Readers should not construe anything posted here as a political statement on my part. I just like Harding as a historical topic.

7/23/2020

Friday, July 23, 1920

With the notification ceremonies completed, the Marion Star publishes this statement:
Senator Harding has asked the Star to express his very genuine gratitude to everybody in Marion who participate in making so notable a success of yesterday's notification. Senator Harding is really more than grateful, he is very proud of the home town.
The task was no ordinary one, it was not easy. It is very difficult to specify the various contributors, from humblest to the Civic association officials of great responsibility. Men and women alike, boy scouts, service men, city officials—all did the thing so well that this paper is glad to convey the deep gratitude Senator Harding feels.
Telegrams from around the country pour into the Harding campaign headquarters. The laudatory ones are shared with the press, including this one from Massachusetts: "Your acceptance speech was in itself a sermon from Mount Marion, the gospel which will echo across the world and live in the hearts of men, placing our party on the highest run of its progressive ladder and you as the savior of America and the peace of the world. Thank God for giving you to lead us."
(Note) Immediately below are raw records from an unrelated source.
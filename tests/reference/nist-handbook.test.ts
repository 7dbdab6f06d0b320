/**
 * Source: NIST/SEMATECH e-Handbook of Statistical Methods, 6.3.2.4 (EWMA control charts) and 6.3.2.3 (CUSUM control charts).
 * Provenance: worked examples, published.
 */
import { describe, expect, test } from 'vitest';
import { cusum, ewma } from '../../shared/science/control-charts.ts';

describe('6.3.2.4 EWMA', () => {
  const values = [
    52.0, 47.0, 53.0, 49.3, 50.1, 47.0, 51.0, 50.1, 51.2, 50.5, 49.6, 47.6, 49.9, 51.3, 47.8, 51.2, 52.6,
    52.4, 53.6, 52.1,
  ];
  const printed = [
    50.6, 49.52, 50.56, 50.18, 50.16, 49.21, 49.75, 49.85, 50.26, 50.33, 50.11, 49.36, 49.52, 50.05, 49.38,
    49.92, 50.73, 51.23, 51.94, 51.99,
  ];
  const chart = ewma({ values, lambda: 0.3, target: 50, sigma: 2.0539, limitWidth: 3 });

  test('every average to the printed hundredth, and no signal', () => {
    chart.values.forEach((value, index) => {
      // Half a hundredth: the page rounds.
      expect(Math.abs(value - (printed[index] as number))).toBeLessThanOrEqual(0.005);
    });
    expect(chart.signals).toEqual([]);
  });

  test('the limits settle at the printed 52.5884 and 47.4115', () => {
    const long = ewma({
      ...{ values: Array.from({ length: 60 }, () => 50) },
      lambda: 0.3,
      target: 50,
      sigma: 2.0539,
      limitWidth: 3,
    });
    // The page truncates: 52.58843 and 47.41157.
    expect(long.upper.at(-1)).toBeCloseTo(52.58843, 5);
    expect(long.lower.at(-1)).toBeCloseTo(47.41157, 5);
  });

  test('the first limits are narrower: 48.151 to 51.849, and 47.448 to 52.552 at the fifth', () => {
    expect([chart.lower[0], chart.upper[0]]).toEqual([expect.closeTo(48.151, 3), expect.closeTo(51.849, 3)]);
    expect([chart.lower[4], chart.upper[4]]).toEqual([expect.closeTo(47.448, 3), expect.closeTo(52.552, 3)]);
  });

  test('limits of a long run used from the first point miss a first value of 56.67', () => {
    const first = ewma({ values: [56.67], lambda: 0.3, target: 50, sigma: 2.0539, limitWidth: 3 });
    expect(first.values[0]).toBeCloseTo(52.0, 2);
    expect(first.signals).toEqual([0]);
    expect(first.values[0]).toBeLessThan(52.5884);
  });
});

describe('6.3.2.3 CUSUM', () => {
  const values = [
    324.925, 324.675, 324.725, 324.35, 325.35, 325.225, 324.125, 324.525, 325.225, 324.6, 324.625, 325.15,
    328.325, 327.25, 327.825, 328.5, 326.675, 327.775, 326.875, 328.35,
  ];
  const chart = cusum({ values, target: 325, allowance: 0.3175, decisionInterval: 4.1959 });

  test('points 14 to 20 signal, and no others', () => {
    expect(chart.signals).toEqual([13, 14, 15, 16, 17, 18, 19]);
  });

  test('the upward sum is 3.0075 at point 13 and 4.940 at point 14', () => {
    expect(chart.high[12]).toBeCloseTo(3.0075, 4);
    expect(chart.high[13]).toBeCloseTo(4.94, 3);
  });
});
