import { useQuery } from '@tanstack/react-query';
import { AreaTabs } from '../components/layout/area-tabs.tsx';
import { BenchCalculator } from '../features/calculations/components/calculator.tsx';
import { standardsList } from '../features/standards/api.ts';
import { inUseFirst, solutionName } from '../features/standards/model.ts';
import { standardTabs } from './area-pages.ts';

/** Bench calculations, with the registered lots to choose from. */
export default function CalculatorPage() {
  const lots = inUseFirst(useQuery(standardsList()).data?.items ?? []).map((lot) => ({
    value: String(lot.id),
    label: `${lot.code} · ${solutionName(lot)}${lot.isUsable ? '' : ' (not to be used)'}`,
  }));
  return (
    <>
      <AreaTabs label="Reference solutions" items={standardTabs} />
      <BenchCalculator lots={lots} />
    </>
  );
}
Harding spends much of the day at the Westbrook Country Club in Mansfield, the second time he has been there this week. For this round of golf he is joined by Senators Elkins of West Virginia, Frelinghuysen of New Jersey, Hale of Maine, all of whom have played with Harding in Washington. Senator Frelinghuysen was an overnight guest of the Hardings. Mrs. Harding joins them on the golf outing.

The proud citizens of Marion will already be able to see news footage from Thursday: "Moving pictures of the Harding Notification" will be shown tonight at the Grand.

Sources:
  • "Are Jubilant Over Address." Marion Star. 23 July 1920.
  • "Motor to Mansfield for Golf Game Today." Marion Star. 23 July 1920.
  • "Mr. Harding's Gratitude." Marion Star. 23 July 1920.
  • "Senator Harding and Fellow Senators Here for Golf Game." Mansfield News-Journal. 23 July 1920.
  • "Wires Commending Republican Nominee." Marion Star. 23 July 1920.